- [YOUR INSTRUCTIONS]: For the entries below, work out how many lines contain the string "decompositionExtrasOf" and write only the number.

++++ DATA FOR PROCESSING ++++

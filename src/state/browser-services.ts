/**
 * Browser implementation of the workbench services: recording parsing and cleaned export in the recording
 * worker, decomposition and evidence through their bridge clients (loaded on first use), the demo files
 * bundled by Vite, and IndexedDB for autosave.
 */
import { decompositionExtrasOf, parseDecompositionJson, parseMatrixTsv, serializeDecomposition } from '../core/formats/decomposition-file.ts';
import { matchDecompositionToRecording } from '../core/formats/decomposition-match.ts';
import { sha256Hex } from '../core/formats/sha256.ts';
import { readRecordingInWorker, writeCleanedInWorker } from '../bridge/recording-client.ts';

import { demoFiles } from './demo-files.ts';
import { openReviewDb, type ReviewDb } from './review-db.ts';
import { sortDecompositionFiles, sortParticipantFiles } from './participant-files.ts';
import type { WorkbenchServices } from './services.ts';
import { runDecompositionDetailed } from '../bridge/decomposition-client.ts';
import { computeEvidenceInWorker } from '../bridge/evidence-client.ts';
import { LOCKING_MAX_SHUFFLES } from '../core/evidence/time-locking.ts';
import type { LoadedRecording } from '../core/recording.ts';
import { decomposeInputOf, evidenceInputOf } from '../core/recording-input.ts';
import { evidenceChoicesFor } from './evidence-settings.ts';


/** The files each loaded recording came from (File objects are references, not copies). */
const filesOf = new WeakMap<LoadedRecording, readonly File[]>();

let db: Promise<ReviewDb> | null = null;
const reviewDb = () => (db ??= openReviewDb());

const encoder = new TextEncoder();

export const browserServices: WorkbenchServices = {
  async readRecording(files, signal, onProgress) {
    const result = await readRecordingInWorker(files, signal, onProgress);
    if (!result.ok) throw new Error(result.error.message);
    filesOf.set(result.recording, files);
    return { recording: result.recording, sha256: result.sha256 };
  },

  async readDecomposition(files, recording, _recordingSha256, signal) {
    const pick = sortDecompositionFiles(files);
    if (!pick) throw new Error(`No decomposition among ${files.map((f) => f.name).join(', ')}`);
    const bytes = new Uint8Array(await pick.file.arrayBuffer());
    signal.throwIfAborted();
    const text = new TextDecoder().decode(bytes);
    const parsed = pick.kind === 'json' ? parseDecompositionJson(text, pick.file.name) : parseMatrixTsv(text, pick.file.name, pick.kind);
    if (!parsed.ok) throw new Error(parsed.error.message);
    const matched = matchDecompositionToRecording(parsed.value, recording.signals.labels, pick.file.name);
    if (!matched.ok) throw new Error(matched.error.message);
    return { decomposition: matched.value, sha256: await sha256Hex(bytes) };
  },

  async computeDecomposition(recording, recordingSha256, options, signal, onProgress) {
    // Same recording + same options + same seed give the same decomposition: reuse one computed earlier.
    const cacheKey = `${recordingSha256}:${options.method}:seed ${options.seed}:hp ${options.highpassHz}`;
    const cached = await reviewDb().then((d) => d.loadDecomposition(cacheKey)).catch(() => null);
    if (cached) {
      const parsed = parseDecompositionJson(cached, 'cached decomposition');
      if (parsed.ok) {
        onProgress(1);
        return { decomposition: { ...parsed.value, recordingSha256 }, sha256: await sha256Hex(encoder.encode(cached)), json: cached };
      }
    }
    const started = performance.now();
    const made = await runDecompositionDetailed(
      decomposeInputOf(recording),
      { method: options.method, seed: options.seed, highpassHz: options.highpassHz > 0 ? options.highpassHz : null },
      signal,
      (p) => {
        // Fraction from the solver's own time estimate: elapsed / (elapsed + left).
        const elapsed = (performance.now() - started) / 1000;
        const f = p.stage === 'done' ? 1 : p.etaSeconds !== null ? elapsed / (elapsed + p.etaSeconds) : p.stage === 'ica' ? 0.1 : 0.03;
        onProgress(Math.min(0.99, f), p.etaSeconds);
      },
    );
    const decomposition = { ...made.decomposition, recordingSha256 };
    // The hash is of the JSON an export of this decomposition would hold, so a saved file matches the review;
    // the run details (rank reason, variance shares, warnings, seed) are written as `winnow decompose` writes them.
    const json = serializeDecomposition(decomposition, decompositionExtrasOf(made, options.seed));
    await reviewDb().then((d) => d.saveDecomposition(cacheKey, json)).catch(() => undefined);
    return { decomposition, sha256: await sha256Hex(encoder.encode(json)), json };
  },

  async computeEvidence(recording, decomposition, signal, onProgress) {
    // The recording's inputs as every CLI command builds them (src/core/recording-input.ts); mains frequency
    // from the paired *_eeg.json, else 50 Hz (the recording summary says which). Sequential test up to 999
    // shuffles (p can reach 1/1000); unlocked components stop after ~tens.
    // The reviewer's mains and lock-column choices (evidence-settings.ts) override the files.
    const chosen = evidenceChoicesFor(recording);
    const { input } = evidenceInputOf(recording, decomposition, {
      permutations: LOCKING_MAX_SHUFFLES,
      ...(chosen.lineHz !== null ? { lineHz: chosen.lineHz } : {}),
      ...(chosen.lockColumn !== null ? { lockColumn: chosen.lockColumn } : {}),
    });
    const result = await computeEvidenceInWorker(
      input,
      signal,
      (f) => onProgress(f),
    );
    return result.components;
  },

  writeCleaned: (req, signal, onProgress) =>
    writeCleanedInWorker({ ...req, files: [...(filesOf.get(req.recording) ?? [])] }, signal, onProgress),

  async demoInput(signal) {
    const files = await demoFiles(signal);
    const sorted = sortParticipantFiles(files);
    return { recordingFiles: sorted.recordingFiles, decompositionFiles: sorted.decompositionFiles, decisionsFile: null };
  },

  async loadReview(key) {
    return (await reviewDb()).load(key);
  },

  async saveReview(key, review) {
    return (await reviewDb()).save(key, review);
  },
};
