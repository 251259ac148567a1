/**
 * The write-ahead journal of the review store: every snapshot write is first put here synchronously (the
 * page's localStorage), then into IndexedDB, which is asynchronous and may not finish before a reload or a
 * tab close. The next opening of the store replays what the journal still holds. `storage` is the page's
 * localStorage in the browser and an in-memory map in tests.
 */
import type { LostPart, ReviewSnapshot } from './review-snapshot.ts';
import { readSnapshot } from './review-snapshot.ts';

export interface SyncStorage {
  getItem(key: string): string | null;
  setItem(key: string, value: string): void;
  removeItem(key: string): void;
  key(index: number): string | null;
  readonly length: number;
}

const PREFIX = 'winnow-journal:';

export interface ReviewJournal {
  /** Writes the snapshot; false when the storage refused it (full, or unavailable). */
  write(snapshot: ReviewSnapshot): boolean;
  /** Drops the entry for `id` when it holds write `seq` or an older one. */
  clear(id: string, seq: number): void;
  entries(): { snapshots: ReviewSnapshot[]; lost: LostPart[] };
}

export function createJournal(storage: SyncStorage | null): ReviewJournal {
  return {
    write(snapshot) {
      if (!storage) return false;
      try {
        storage.setItem(PREFIX + snapshot.id, JSON.stringify(snapshot));
        return true;
      } catch {
        return false;
      }
    },
    clear(id, seq) {
      if (!storage) return;
      try {
        const text = storage.getItem(PREFIX + id);
        if (text === null) return;
        const held = (JSON.parse(text) as { seq?: unknown }).seq;
        if (typeof held !== 'number' || held <= seq) storage.removeItem(PREFIX + id);
      } catch {
        storage.removeItem(PREFIX + id);
      }
    },
    entries() {
      const snapshots: ReviewSnapshot[] = [];
      const lost: LostPart[] = [];
      if (!storage) return { snapshots, lost };
      const keys: string[] = [];
      for (let i = 0; i < storage.length; i++) {
        const k = storage.key(i);
        if (k?.startsWith(PREFIX)) keys.push(k);
      }
      for (const k of keys) {
        let raw: unknown;
        try {
          raw = JSON.parse(storage.getItem(k) ?? 'null');
        } catch {
          raw = null;
        }
        const read = readSnapshot(raw, k.slice(PREFIX.length));
        if (read.snapshot) snapshots.push(read.snapshot);
        else storage.removeItem(k);
        lost.push(...read.lost);
      }
      return { snapshots, lost };
    },
  };
}

/** The page's localStorage, or null (node, or storage disabled). */
export function pageStorage(): SyncStorage | null {
  try {
    return typeof window !== 'undefined' && window.localStorage ? window.localStorage : null;
  } catch {
    return null;
  }
}

/** In-memory storage with the same interface (tests). */
export function memoryStorage(): SyncStorage & { map: Map<string, string> } {
  const map = new Map<string, string>();
  return {
    map,
    getItem: (k) => map.get(k) ?? null,
    setItem: (k, v) => void map.set(k, v),
    removeItem: (k) => void map.delete(k),
    key: (i) => [...map.keys()][i] ?? null,
    get length() {
      return map.size;
    },
  };
}
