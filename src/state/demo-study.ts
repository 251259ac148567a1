/**
 * The demo study: four simulated participants written as a BIDS dataset in memory, the way
 * `winnow simulate-study` writes it on disk (src/cli/simulate-study.ts) — one seed per participant, the
 * last with four times the sensor noise. Simulated data, for trying the study screens only.
 */
import { simulateSession } from '../core/simulate/simulate.ts';
import { participantOptions, participantRow, PARTICIPANT_COLUMNS, studyParticipant } from '../core/simulate/study-participants.ts';
import { formatTsv } from '../core/formats/bids.ts';
import { sessionEdf, sessionSidecars, TASK_NAME } from '../core/simulate/session-files.ts';
import type { DatasetFile } from './study-store.ts';
import { hz } from '../core/units.ts';

export const DEMO_STUDY_PARTICIPANTS = 4;
const DEMO_STUDY_SEED = 101;
const MINUTES = 1.5;

export async function demoStudyFiles(): Promise<DatasetFile[]> {
  const text = (path: string, body: string): DatasetFile => ({ path, file: new File([body], path.split('/').pop() ?? path, { type: 'text/plain' }) });
  const out: DatasetFile[] = [
    text('dataset_description.json', JSON.stringify({ Name: 'Winnow demo study (simulated)', BIDSVersion: '1.10.0', DatasetType: 'raw' }, null, 2) + '\n'),
    text('participants.tsv', formatTsv(['participant_id', ...PARTICIPANT_COLUMNS], Array.from({ length: DEMO_STUDY_PARTICIPANTS }, (_, k) => participantRow(studyParticipant(DEMO_STUDY_SEED, k, DEMO_STUDY_PARTICIPANTS))))),
  ];
  for (let k = 0; k < DEMO_STUDY_PARTICIPANTS; k++) {
    // let the page paint between participants
    await new Promise((r) => setTimeout(r, 0));
    const label = `0${k + 1}`;
    const session = simulateSession({ ...participantOptions(studyParticipant(DEMO_STUDY_SEED, k, DEMO_STUDY_PARTICIPANTS)), channels: 32, minutes: MINUTES, rate: hz(250), lineHz: 50 });
    const dir = `sub-${label}/eeg`;
    const stem = `sub-${label}_task-${TASK_NAME}`;
    const edf = sessionEdf(session, 'data');
    out.push({ path: `${dir}/${stem}_eeg.edf`, file: new File([edf.slice().buffer as ArrayBuffer], `${stem}_eeg.edf`) });
    for (const f of sessionSidecars(session)) out.push(text(`${dir}/${f.taskEntity ? stem : `sub-${label}`}_${f.suffix}`, f.text));
  }
  return out;
}
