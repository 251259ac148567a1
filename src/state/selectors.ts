/**
 * Derived values, never stored. Selectors returning arrays or objects must be used with `useShallow`
 * (or memoised by the caller): they build a new value on each call.
 */
import { UNDECIDED } from '../core/review/decisions-file.ts';
import type { ComponentEvidence } from '../core/evidence/types.ts';
import { suggestWithRules, type SuggestionWithRules } from '../core/review/suggest.ts';
import { resolveThresholds, type Thresholds } from '../core/review/thresholds.ts';
import type { Aim } from '../core/review/vocabulary.ts';
import type { ReviewDecision, WorkbenchState } from './types.ts';

export const selectRecording = (s: WorkbenchState) => s.recording;
export const selectDecomposition = (s: WorkbenchState) => s.decomposition;
export const selectEvidence = (s: WorkbenchState) => s.evidence;
export const selectAim = (s: WorkbenchState) => s.aim;
export const selectDecisions = (s: WorkbenchState) => s.decisions;
export const selectSelected = (s: WorkbenchState) => s.selected;
export const selectScreen = (s: WorkbenchState) => s.screen;
export const selectRoi = (s: WorkbenchState) => s.roi;
export const selectProgress = (s: WorkbenchState) => s.progress;

/** Number of components (0 before a decomposition is loaded). */
export const selectComponentCount = (s: WorkbenchState) => s.decomposition?.nComponents ?? 0;

/** The decision of a 1-based component (undecided when none was made). Stable object per index. */
export const selectDecision = (index: number) => (s: WorkbenchState): ReviewDecision => s.decisions[index] ?? UNDECIDED;

/** The evidence of a 1-based component, or null. */
export const selectComponentEvidence = (index: number) => (s: WorkbenchState) =>
  s.evidence?.find((e) => e.index === index) ?? null;

/**
 * 1-based indices of the components marked remove, ascending. The reference changes only when decisions
 * change, so this may be used without useShallow when the caller memoises on `decisions`.
 */
export const selectRemovedIndices = (s: WorkbenchState): number[] => {
  const out: number[] = [];
  for (const [k, d] of Object.entries(s.decisions)) if (d.verdict === 'remove') out.push(Number(k));
  return out.sort((a, b) => a - b);
};

/** 1-based indices still undecided (no verdict yet), ascending. */
export const selectUndecidedIndices = (s: WorkbenchState): number[] => {
  const n = selectComponentCount(s);
  const out: number[] = [];
  for (let i = 1; i <= n; i++) if ((s.decisions[i]?.verdict ?? 'undecided') === 'undecided') out.push(i);
  return out;
};

/** Components with a keep or remove verdict. */
export const selectDecidedCount = (s: WorkbenchState): number => {
  const n = selectComponentCount(s);
  let c = 0;
  for (const [k, d] of Object.entries(s.decisions)) if (d.verdict !== 'undecided' && Number(k) <= n) c++;
  return c;
};

export const selectCanUndo = (s: WorkbenchState) => s.past.length > 0;
export const selectCanRedo = (s: WorkbenchState) => s.future.length > 0;

const positionsCache = new WeakMap<object, { recording: object; positions: Float64Array }>();

/**
 * Electrode unit vectors (n×3, RAS, row-major) for the decomposition's channels, taken from the recording's
 * positions by label; NaN rows for channels without a position. Cached per decomposition, so the array is
 * stable (the topography plans are cached by its identity). Null before both are loaded or without positions.
 */
export const selectDecompositionPositions = (s: WorkbenchState): Float64Array | null => {
  const { recording, decomposition } = s;
  if (!recording || !decomposition || !recording.positions) return null;
  const hit = positionsCache.get(decomposition);
  if (hit && hit.recording === recording) return hit.positions;
  const rowOf = new Map(recording.signals.labels.map((l, i) => [l.toLowerCase(), i] as const));
  const out = new Float64Array(decomposition.nChannels * 3).fill(NaN);
  decomposition.channels.forEach((label, c) => {
    const r = rowOf.get(label.toLowerCase());
    if (r === undefined) return;
    for (let k = 0; k < 3; k++) out[c * 3 + k] = recording.positions![r * 3 + k];
  });
  positionsCache.set(decomposition, { recording, positions: out });
  return out;
};

/** The suggestions of every component for one aim and threshold table, by 1-based index. */
export type SuggestionMap = ReadonlyMap<number, SuggestionWithRules>;

const EMPTY_SUGGESTIONS: SuggestionMap = new Map();
let suggestionsMemo: { evidence: readonly ComponentEvidence[]; aim: Aim; thresholds: Partial<Thresholds>; map: SuggestionMap } | null = null;

/**
 * Pure: each component's suggestion with its fired rules (review/suggest.ts suggestWithRules) for `aim` and
 * the threshold overrides; no evidence is recomputed.
 */
export function suggestionsFor(evidence: readonly ComponentEvidence[] | null, aim: Aim, thresholds: Partial<Thresholds> = {}): SuggestionMap {
  if (!evidence) return EMPTY_SUGGESTIONS;
  const t = resolveThresholds(thresholds);
  return new Map(evidence.map((e) => [e.index, suggestWithRules(e, aim, t)] as const));
}

/**
 * Every component's suggestion for the current aim and thresholds, memoised on (evidence, aim, thresholds):
 * the same Map (and the same entries) until one of the three changes, so it may be used without useShallow.
 * Changing the aim or a threshold re-suggests at once (the rules are cheap); the evidence stays as it is.
 */
export const selectSuggestions = (s: WorkbenchState): SuggestionMap => {
  if (!s.evidence) return EMPTY_SUGGESTIONS;
  const thresholds = s.thresholds ?? {};
  const m = suggestionsMemo;
  if (m && m.evidence === s.evidence && m.aim === s.aim && m.thresholds === thresholds) return m.map;
  const map = suggestionsFor(s.evidence, s.aim, thresholds);
  suggestionsMemo = { evidence: s.evidence, aim: s.aim, thresholds, map };
  return map;
};

/** The suggestion (with fired rules) of a 1-based component for the current aim and thresholds, or null. */
export const selectSuggestion = (index: number) => (s: WorkbenchState): SuggestionWithRules | null => selectSuggestions(s).get(index) ?? null;
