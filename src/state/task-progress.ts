/**
 * Progress reporting for long steps: the estimated time left is the elapsed time scaled by the remaining
 * fraction (linear extrapolation), shown once 3 % is done so the first noisy ticks do not flash an ETA.
 */
import type { Progress } from './types.ts';

/** Seconds left at `fraction` done after `elapsedS` seconds, or null when too early to tell. */
export function estimateSecondsLeft(fraction: number, elapsedS: number): number | null {
  if (!(fraction >= 0.03) || !(fraction < 1) || !(elapsedS > 0)) return null;
  return (elapsedS * (1 - fraction)) / fraction;
}

/**
 * Builds a progress record for `task` from a start time (ms, performance.now()) and the fraction done; an
 * engine's own estimate of seconds left, when given, replaces the linear extrapolation.
 */
export function progressAt(task: string, fraction: number, startedMs: number, nowMs: number, cancel?: () => void, etaSeconds?: number | null): Progress {
  const f = Math.min(1, Math.max(0, Number.isFinite(fraction) ? fraction : 0));
  const eta = etaSeconds !== undefined && etaSeconds !== null && Number.isFinite(etaSeconds) ? Math.max(0, etaSeconds) : estimateSecondsLeft(f, (nowMs - startedMs) / 1000);
  return { task, fraction: f, etaSeconds: eta, ...(cancel ? { cancel } : {}) };
}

++++

- [TASK SOLUTION]: 2